- Instructions for the task -
Set down exactly the lines in the records below that run from the line with "any(filled[i] for i" to the line with "def _apart_column(ws, frame, header, col, blocks)", inclusive, and nothing more.

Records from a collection
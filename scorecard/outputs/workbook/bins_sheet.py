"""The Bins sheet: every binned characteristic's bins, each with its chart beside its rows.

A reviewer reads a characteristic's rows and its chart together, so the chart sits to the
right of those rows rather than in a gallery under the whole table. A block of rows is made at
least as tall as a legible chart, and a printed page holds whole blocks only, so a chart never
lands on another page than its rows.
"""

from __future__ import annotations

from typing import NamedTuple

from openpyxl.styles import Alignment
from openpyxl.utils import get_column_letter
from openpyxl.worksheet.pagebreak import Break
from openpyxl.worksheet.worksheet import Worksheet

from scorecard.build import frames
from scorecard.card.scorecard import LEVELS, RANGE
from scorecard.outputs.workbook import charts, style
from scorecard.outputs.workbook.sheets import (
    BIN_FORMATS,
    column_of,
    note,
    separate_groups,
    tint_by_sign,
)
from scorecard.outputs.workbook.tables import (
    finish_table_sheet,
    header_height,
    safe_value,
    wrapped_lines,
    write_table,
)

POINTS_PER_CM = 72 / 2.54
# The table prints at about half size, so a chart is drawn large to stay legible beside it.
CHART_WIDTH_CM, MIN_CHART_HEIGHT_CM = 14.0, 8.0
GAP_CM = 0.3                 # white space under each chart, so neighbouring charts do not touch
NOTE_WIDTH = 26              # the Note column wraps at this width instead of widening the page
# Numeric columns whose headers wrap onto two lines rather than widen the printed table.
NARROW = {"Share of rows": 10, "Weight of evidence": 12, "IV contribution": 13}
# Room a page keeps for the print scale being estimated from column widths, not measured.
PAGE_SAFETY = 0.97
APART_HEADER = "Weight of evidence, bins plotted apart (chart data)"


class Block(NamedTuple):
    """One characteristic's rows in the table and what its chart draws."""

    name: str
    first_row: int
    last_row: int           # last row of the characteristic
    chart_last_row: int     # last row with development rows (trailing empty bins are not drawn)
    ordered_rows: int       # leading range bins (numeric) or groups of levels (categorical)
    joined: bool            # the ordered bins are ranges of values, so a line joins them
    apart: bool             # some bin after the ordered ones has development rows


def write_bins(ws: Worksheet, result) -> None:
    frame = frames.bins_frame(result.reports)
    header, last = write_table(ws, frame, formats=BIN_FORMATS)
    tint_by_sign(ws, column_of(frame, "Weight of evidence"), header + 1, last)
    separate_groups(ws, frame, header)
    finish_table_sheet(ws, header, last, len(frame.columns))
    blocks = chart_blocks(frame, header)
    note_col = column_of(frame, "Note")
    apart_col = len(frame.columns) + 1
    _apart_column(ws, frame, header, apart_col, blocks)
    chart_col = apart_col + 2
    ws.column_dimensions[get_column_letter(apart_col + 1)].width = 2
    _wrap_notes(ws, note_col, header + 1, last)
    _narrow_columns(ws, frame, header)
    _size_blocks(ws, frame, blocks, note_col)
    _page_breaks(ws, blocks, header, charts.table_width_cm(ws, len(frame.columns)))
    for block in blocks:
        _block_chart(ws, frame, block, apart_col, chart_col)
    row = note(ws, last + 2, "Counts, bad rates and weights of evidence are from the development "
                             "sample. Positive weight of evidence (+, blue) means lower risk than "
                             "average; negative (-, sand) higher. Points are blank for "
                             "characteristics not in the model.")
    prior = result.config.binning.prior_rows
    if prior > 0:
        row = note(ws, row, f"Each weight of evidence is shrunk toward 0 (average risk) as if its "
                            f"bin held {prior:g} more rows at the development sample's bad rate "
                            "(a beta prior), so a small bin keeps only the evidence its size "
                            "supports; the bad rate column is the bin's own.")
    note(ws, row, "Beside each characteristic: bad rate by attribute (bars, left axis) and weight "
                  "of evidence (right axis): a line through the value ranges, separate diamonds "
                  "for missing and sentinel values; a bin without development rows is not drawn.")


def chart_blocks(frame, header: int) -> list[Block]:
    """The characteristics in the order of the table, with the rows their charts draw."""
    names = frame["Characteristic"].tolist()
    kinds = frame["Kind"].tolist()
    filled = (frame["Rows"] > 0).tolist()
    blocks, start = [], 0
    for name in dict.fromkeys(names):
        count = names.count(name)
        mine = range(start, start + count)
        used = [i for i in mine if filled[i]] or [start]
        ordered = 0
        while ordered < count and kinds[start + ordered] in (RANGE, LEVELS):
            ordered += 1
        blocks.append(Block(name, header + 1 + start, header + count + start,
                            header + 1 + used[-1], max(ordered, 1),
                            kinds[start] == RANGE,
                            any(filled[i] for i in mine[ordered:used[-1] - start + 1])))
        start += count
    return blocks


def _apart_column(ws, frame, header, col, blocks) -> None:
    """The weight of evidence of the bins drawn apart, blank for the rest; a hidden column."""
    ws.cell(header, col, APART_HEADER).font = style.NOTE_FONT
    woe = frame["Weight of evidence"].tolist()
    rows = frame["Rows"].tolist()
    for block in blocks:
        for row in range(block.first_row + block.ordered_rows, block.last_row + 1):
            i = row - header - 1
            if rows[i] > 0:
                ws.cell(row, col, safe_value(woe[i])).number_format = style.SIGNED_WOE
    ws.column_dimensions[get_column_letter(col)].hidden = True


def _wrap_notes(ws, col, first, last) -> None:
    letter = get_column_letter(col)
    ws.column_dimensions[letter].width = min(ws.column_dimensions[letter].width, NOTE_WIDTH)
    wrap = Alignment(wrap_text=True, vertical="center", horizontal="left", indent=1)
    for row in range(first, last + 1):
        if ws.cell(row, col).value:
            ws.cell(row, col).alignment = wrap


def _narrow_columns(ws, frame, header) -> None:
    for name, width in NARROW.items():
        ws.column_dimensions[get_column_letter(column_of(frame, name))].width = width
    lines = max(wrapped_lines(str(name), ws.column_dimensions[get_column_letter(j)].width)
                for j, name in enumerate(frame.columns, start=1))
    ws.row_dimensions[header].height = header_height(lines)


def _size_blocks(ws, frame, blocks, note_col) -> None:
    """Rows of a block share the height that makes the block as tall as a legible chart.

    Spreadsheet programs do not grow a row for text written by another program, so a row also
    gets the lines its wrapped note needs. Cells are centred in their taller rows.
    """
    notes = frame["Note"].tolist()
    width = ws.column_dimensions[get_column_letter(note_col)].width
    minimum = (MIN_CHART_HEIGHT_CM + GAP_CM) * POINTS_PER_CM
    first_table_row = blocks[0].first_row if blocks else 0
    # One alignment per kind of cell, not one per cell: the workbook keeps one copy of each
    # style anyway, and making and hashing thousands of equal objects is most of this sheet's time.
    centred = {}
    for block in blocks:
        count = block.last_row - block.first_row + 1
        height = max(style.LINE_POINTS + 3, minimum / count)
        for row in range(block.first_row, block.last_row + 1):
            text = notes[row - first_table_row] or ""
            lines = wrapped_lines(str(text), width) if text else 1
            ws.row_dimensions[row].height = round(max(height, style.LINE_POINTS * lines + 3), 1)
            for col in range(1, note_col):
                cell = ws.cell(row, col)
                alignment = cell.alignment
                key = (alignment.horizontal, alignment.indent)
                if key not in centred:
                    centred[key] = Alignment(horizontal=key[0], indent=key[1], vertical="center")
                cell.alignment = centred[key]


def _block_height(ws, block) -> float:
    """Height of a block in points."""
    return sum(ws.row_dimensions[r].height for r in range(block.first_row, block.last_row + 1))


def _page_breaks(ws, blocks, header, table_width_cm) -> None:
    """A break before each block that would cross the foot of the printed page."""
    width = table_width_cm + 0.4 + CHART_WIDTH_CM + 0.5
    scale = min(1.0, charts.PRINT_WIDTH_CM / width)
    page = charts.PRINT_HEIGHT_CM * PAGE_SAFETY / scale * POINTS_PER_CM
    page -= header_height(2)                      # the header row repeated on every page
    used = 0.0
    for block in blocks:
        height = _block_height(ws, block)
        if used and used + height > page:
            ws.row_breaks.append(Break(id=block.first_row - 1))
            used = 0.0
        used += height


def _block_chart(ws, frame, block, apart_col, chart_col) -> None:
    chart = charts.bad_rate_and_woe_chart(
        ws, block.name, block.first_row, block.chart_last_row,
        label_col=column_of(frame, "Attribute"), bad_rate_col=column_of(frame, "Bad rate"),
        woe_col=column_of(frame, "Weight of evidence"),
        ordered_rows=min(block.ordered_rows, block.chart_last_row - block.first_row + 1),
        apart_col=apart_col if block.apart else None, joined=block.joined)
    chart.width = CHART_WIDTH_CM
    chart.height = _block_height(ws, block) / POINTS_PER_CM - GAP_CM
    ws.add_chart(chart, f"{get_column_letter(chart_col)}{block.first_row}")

- Response -
                            any(filled[i] for i in mine[ordered:used[-1] - start + 1])))
        start += count
    return blocks


def _apart_column(ws, frame, header, col, blocks) -> None:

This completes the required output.